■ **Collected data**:
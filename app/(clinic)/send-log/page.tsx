import type { Metadata } from "next";
import Link from "next/link";
import { requireUser } from "@/lib/auth/session";
import { db } from "@/db/knex";
import { listMessages } from "@/db/messages";
import { formatDateTime } from "@/lib/format";
import { TEMPLATE_LABELS, isTemplate } from "@/lib/mail/templates";
import { MESSAGE_STATUSES, messageListQuery } from "@/lib/validation/bookings";
import { Card, Empty, PageTitle, Tag } from "@/components/ui/card";

export const metadata: Metadata = { title: "Send log" };

const STATUS_TONE = { queued: "info", sent: "good", failed: "alarm", skipped: "watch" } as const;
const STATUS_WORDS = { queued: "waiting", sent: "sent", failed: "failed", skipped: "not sent" } as const;

export default async function SendLogPage({ searchParams }: { searchParams: Promise<Record<string, string | string[] | undefined>> }) {
  const user = await requireUser("message.read");
  const raw = await searchParams;
  const parsed = messageListQuery.safeParse({ page: raw.page, pageSize: 50, status: raw.status || undefined });
  const q = parsed.success ? parsed.data : messageListQuery.parse({ pageSize: 50 });
  const { rows, total } = await listMessages(db(), user.teamId, q);
  const pages = Math.max(1, Math.ceil(total / q.pageSize));
  const href = (page: number, status = q.status) => `/send-log?${new URLSearchParams({ page: String(page), ...(status ? { status } : {}) }).toString()}`;

  return (
    <>
      <PageTitle title="Send log" subtitle="Every message Rimwatch recorded: to whom, which, what became of it, and why a message was not sent." />
      <nav aria-label="Filter by status" className="mb-4 flex flex-wrap gap-2 text-sm">
        <Link href="/send-log" aria-current={!q.status ? "page" : undefined} className={`rounded-md border px-3 py-1 ${!q.status ? "border-estuary-600 bg-estuary-50 font-bold" : "border-line bg-card"}`}>All</Link>
        {MESSAGE_STATUSES.map((s) => (
          <Link key={s} href={href(1, s)} aria-current={q.status === s ? "page" : undefined} className={`rounded-md border px-3 py-1 ${q.status === s ? "border-estuary-600 bg-estuary-50 font-bold" : "border-line bg-card"}`}>
            {STATUS_WORDS[s]}
          </Link>
        ))}
      </nav>
      <Card>
        {rows.length === 0 ? (
          <Empty>No message {q.status ? `with status “${STATUS_WORDS[q.status]}”` : "yet"}. Bookings record their confirmation here.</Empty>
        ) : (
          <div className="overflow-x-auto">
            <table className="w-full text-left text-sm">
              <thead className="text-estuary-900">
                <tr>
                  <th scope="col" className="py-2 pr-3">Recorded</th>
                  <th scope="col" className="pr-3">To</th>
                  <th scope="col" className="pr-3">Message</th>
                  <th scope="col" className="pr-3">Status</th>
                  <th scope="col" className="pr-3 text-right">Attempts</th>
                  <th scope="col" className="pr-3">Sent</th>
                  <th scope="col">Error or reason</th>
                </tr>
              </thead>
              <tbody>
                {rows.map((m) => (
                  <tr key={m.id} className="border-t border-line align-top" data-testid="message-row">
                    <td className="figures whitespace-nowrap py-2 pr-3">{formatDateTime(m.created_at)}</td>
                    <td className="pr-3">
                      <span className="break-all">{m.recipient}</span>
                      {m.patient_name && m.episode_id ? (
                        <div><Link href={`/episodes/${m.episode_id}`} className="text-xs text-estuary-700 underline">{m.patient_name}</Link></div>
                      ) : null}
                    </td>
                    <td className="pr-3">
                      <div className="font-bold">{isTemplate(m.template) ? TEMPLATE_LABELS[m.template] : m.template}</div>
                      <div className="text-xs text-ink-soft">{m.subject}</div>
                    </td>
                    <td className="pr-3"><Tag tone={STATUS_TONE[m.status]}>{STATUS_WORDS[m.status]}</Tag></td>
                    <td className="figures pr-3 text-right">{m.attempts}</td>
                    <td className="figures whitespace-nowrap pr-3">{m.sent_at ? formatDateTime(m.sent_at) : "—"}</td>
                    <td className={m.status === "failed" ? "text-rust-ink" : "text-ink-soft"}>{m.last_error ?? "—"}</td>
                  </tr>
                ))}
              </tbody>
            </table>
          </div>
        )}
        <nav aria-label="Pages" className="mt-4 flex items-center gap-3 text-sm">
          {q.page > 1 ? <Link className="text-estuary-700 underline" href={href(q.page - 1)}>Newer</Link> : <span className="text-ink-soft">Newer</span>}
          <span>Page {q.page} of {pages} · {total} messages</span>
          {q.page < pages ? <Link className="text-estuary-700 underline" href={href(q.page + 1)}>Older</Link> : <span className="text-ink-soft">Older</span>}
        </nav>
      </Card>
    </>
  );
}
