//! [`Dataset`]: open, recognise, normalise and read hyperslabs.

use std::path::{Path, PathBuf};
use std::sync::Arc;

use ndarray::{Array2, Array3, ArrayD, Axis, IxDyn};
use netcdf::Extent;
use shearbox_core::{Fields, FieldsBuilder, Grid, Levels, Selection};

use crate::calendar::{self, Calendar};
use crate::format::{self, Magic};
use crate::io;
use crate::meta::{self, Attr, DType, VarMeta};
use crate::recognise::{self, CoordDims, Match};
use crate::units::{self, Conv};
use crate::{Capability, CfError, Recognised, Role, TimeSelector, VarOverrides};

/// How a variable's stored values become physical values: CF packing and missing values.
///
/// Missing-value tests (`_FillValue`, `missing_value`, `valid_range` / `valid_min` /
/// `valid_max`, and the type's default fill when there is no `_FillValue`) are made on the
/// packed value, before `x * scale_factor + add_offset`.
#[derive(Debug, Clone, PartialEq)]
pub(crate) struct Packing {
    dtype: DType,
    scale: f64,
    offset: f64,
    packed: bool,
    fill: Option<f64>,
    missing: Vec<f64>,
    valid_min: Option<f64>,
    valid_max: Option<f64>,
}

impl Packing {
    fn from_meta(path: &Path, v: &VarMeta) -> Result<Packing, CfError> {
        let dtype = v.dtype.ok_or_else(|| CfError::Dimensions {
            file: path.to_path_buf(),
            variable: v.name.clone(),
            dims: v.dims_text(),
            reason: "the variable is not numeric; expected an integer or floating-point type"
                .to_string(),
        })?;
        let bad = |attribute: &str, reason: &str| CfError::BadAttribute {
            file: path.to_path_buf(),
            variable: v.name.clone(),
            attribute: attribute.to_string(),
            reason: reason.to_string(),
        };
        let number = |name: &str| -> Result<Option<f64>, CfError> {
            match v.attr(name) {
                None => Ok(None),
                Some(Attr::Num(x)) if x.len() == 1 => Ok(Some(x[0])),
                Some(Attr::Num(_)) => Err(bad(name, "expected a single number")),
                Some(Attr::Text(_)) => Err(bad(name, "expected a number, found text")),
            }
        };
        let numbers = |name: &str| -> Result<Vec<f64>, CfError> {
            match v.attr(name) {
                None => Ok(Vec::new()),
                Some(Attr::Num(x)) => Ok(x.clone()),
                Some(Attr::Text(_)) => Err(bad(name, "expected numbers, found text")),
            }
        };
        let scale = number("scale_factor")?;
        let offset = number("add_offset")?;
        let fill = number("_FillValue")?.or_else(|| dtype.default_fill());
        let missing = numbers("missing_value")?;
        let (mut valid_min, mut valid_max) = (number("valid_min")?, number("valid_max")?);
        let range = numbers("valid_range")?;
        if !range.is_empty() {
            if range.len() != 2 || range[0] > range[1] {
                return Err(bad("valid_range", "expected two numbers, minimum then maximum"));
            }
            valid_min = Some(range[0]);
            valid_max = Some(range[1]);
        }
        // Compare in the variable's own type: a float32 variable's attributes are rounded to
        // float32 as its values were.
        let round = |x: f64| if dtype == DType::F32 { f64::from(x as f32) } else { x };
        Ok(Packing {
            dtype,
            scale: scale.unwrap_or(1.0),
            offset: offset.unwrap_or(0.0),
            packed: scale.is_some() || offset.is_some(),
            fill: fill.map(round),
            missing: missing.into_iter().map(round).collect(),
            valid_min: valid_min.map(round),
            valid_max: valid_max.map(round),
        })
    }

    /// The physical value of one stored value (`NaN` when missing).
    #[inline]
    fn value(&self, raw: f64) -> f64 {
        if raw.is_nan()
            || self.fill == Some(raw)
            || self.missing.contains(&raw)
            || self.valid_min.is_some_and(|m| raw < m)
            || self.valid_max.is_some_and(|m| raw > m)
        {
            return f64::NAN;
        }
        if self.packed { raw * self.scale + self.offset } else { raw }
    }

    /// The physical values of `raw` after `conv`, as f32: the same numbers as
    /// `conv.apply(self.value(x)) as f32` for each `x`, with the tests and the conversion
    /// chosen once per slice rather than once per value.
    fn convert_slice(&self, conv: Conv, raw: &[f64]) -> Vec<f32> {
        if !self.missing.is_empty() || self.valid_min.is_some() || self.valid_max.is_some() {
            return raw.iter().map(|&x| conv.apply(self.value(x)) as f32).collect();
        }
        // Only the fill value and NaN mark missing values; NaN never equals the fill.
        let fill = self.fill.unwrap_or(f64::NAN);
        let (scale, offset) = (self.scale, self.offset);
        fn run(raw: &[f64], fill: f64, f: impl Fn(f64) -> f64) -> Vec<f32> {
            raw.iter()
                .map(|&x| if x == fill || x.is_nan() { f32::NAN } else { f(x) as f32 })
                .collect()
        }
        match (self.packed, conv) {
            (false, Conv::None) => run(raw, fill, |x| x),
            (false, Conv::Div(d)) => run(raw, fill, |x| x / d),
            (false, Conv::Mul(m)) => run(raw, fill, |x| x * m),
            (false, Conv::Add(a)) => run(raw, fill, |x| x + a),
            (true, Conv::None) => run(raw, fill, |x| x * scale + offset),
            (true, Conv::Div(d)) => run(raw, fill, |x| (x * scale + offset) / d),
            (true, Conv::Mul(m)) => run(raw, fill, |x| (x * scale + offset) * m),
            (true, Conv::Add(a)) => run(raw, fill, |x| (x * scale + offset) + a),
        }
    }

    fn describe(&self) -> Option<String> {
        self.packed.then(|| format!("unpacked {}: x*scale_factor+add_offset", self.dtype.name()))
    }
}

/// What one dimension of a field variable is.
#[derive(Debug, Clone, Copy, PartialEq, Eq)]
enum DimKind {
    Time,
    Level,
    Lat,
    Lon,
    /// An extra dimension of length 1, read at index 0.
    Single,
}

/// A recognised field and how to read it.
#[derive(Debug, Clone)]
struct FieldVar {
    role: Role,
    name: String,
    kinds: Vec<DimKind>,
    lens: Vec<usize>,
    packing: Packing,
    conv: Conv,
}

/// The longitude order: normalised column `j` is the file column
/// `seq((rot + j) % n)`, where `seq(a) = a` for a file stored in increasing order and
/// `n − 1 − a` for one stored in decreasing order.
#[derive(Debug, Clone, Copy, PartialEq, Eq)]
pub(crate) struct LonMap {
    /// Number of columns kept (a duplicated cyclic last column is dropped).
    pub n: usize,
    /// Rotation, in the increasing sequence.
    pub rot: usize,
    /// Whether the file stores longitudes in decreasing order.
    pub descending: bool,
}

/// A contiguous run of file indices, reversed after reading when `reverse`.
#[derive(Debug, Clone, Copy, PartialEq, Eq)]
struct Run {
    start: usize,
    len: usize,
    reverse: bool,
}

impl LonMap {
    /// The file runs that hold normalised columns `start .. start + len` (cyclic), in order.
    fn runs(&self, start: usize, len: usize) -> Vec<Run> {
        let n = self.n;
        let a0 = (self.rot + start) % n;
        let mut pieces = vec![(a0, len.min(n - a0))];
        if a0 + len > n {
            pieces.push((0, a0 + len - n));
        }
        pieces
            .into_iter()
            .map(|(a, l)| {
                if self.descending {
                    Run { start: n - a - l, len: l, reverse: true }
                } else {
                    Run { start: a, len: l, reverse: false }
                }
            })
            .collect()
    }
}

/// A step around the circle from `a` to `b`, degrees in [0, 360).
fn circ(a: f64, b: f64) -> f64 {
    (b - a).rem_euclid(360.0)
}

/// Puts file longitudes into increasing-modulo-360 order. `Err((index, prev, next))` when
/// they are not a rotation of a monotonic sequence around the circle.
pub(crate) fn normalise_lon(lon: &[f64]) -> Result<(LonMap, Vec<f64>), (usize, f64, f64)> {
    let mut n = lon.len();
    if n >= 3 {
        let d = circ(lon[0], lon[n - 1]);
        if !(1e-6..=360.0 - 1e-6).contains(&d) {
            n -= 1;
        }
    }
    let lon = &lon[..n];
    if let Some(i) = lon.iter().position(|x| !x.is_finite()) {
        return Err((i, if i > 0 { lon[i - 1] } else { f64::NAN }, lon[i]));
    }
    if n < 2 {
        return Ok((LonMap { n, rot: 0, descending: false }, lon.to_vec()));
    }
    let steps = |seq: &[f64]| -> Result<Vec<f64>, usize> {
        let mut total = 0.0;
        let mut out = Vec::with_capacity(seq.len());
        for (i, w) in seq.windows(2).enumerate() {
            let s = circ(w[0], w[1]);
            total += s;
            if s <= 0.0 || total >= 360.0 - 1e-9 {
                return Err(i + 1);
            }
            out.push(s);
        }
        Ok(out)
    };
    let forward = steps(lon);
    let reversed: Vec<f64> = lon.iter().rev().copied().collect();
    let (descending, seq, gaps) = match forward {
        Ok(g) => (false, lon.to_vec(), g),
        Err(fi) => match steps(&reversed) {
            Ok(g) => (true, reversed, g),
            Err(_) => return Err((fi, lon[fi - 1], lon[fi])),
        },
    };
    let wrap = 360.0 - gaps.iter().sum::<f64>();
    // Start after the largest gap when an interior gap is clearly larger than the wrap gap
    // (a regional grid stored split at some longitude); otherwise keep the file's start.
    let (k, &largest) = gaps
        .iter()
        .enumerate()
        .max_by(|a, b| a.1.total_cmp(b.1).then(b.0.cmp(&a.0)))
        .unwrap_or((0, &0.0));
    let rot = if largest > wrap * (1.0 + 1e-3) + 1e-6 { k + 1 } else { 0 };
    let values = (0..n).map(|j| seq[(rot + j) % n]).collect();
    Ok((LonMap { n, rot, descending }, values))
}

■ **Goal of the exercise**: Of all the lines in the data, count those that contain "struct" and give that figure with nothing else.

■ **Result of the exercise**: 4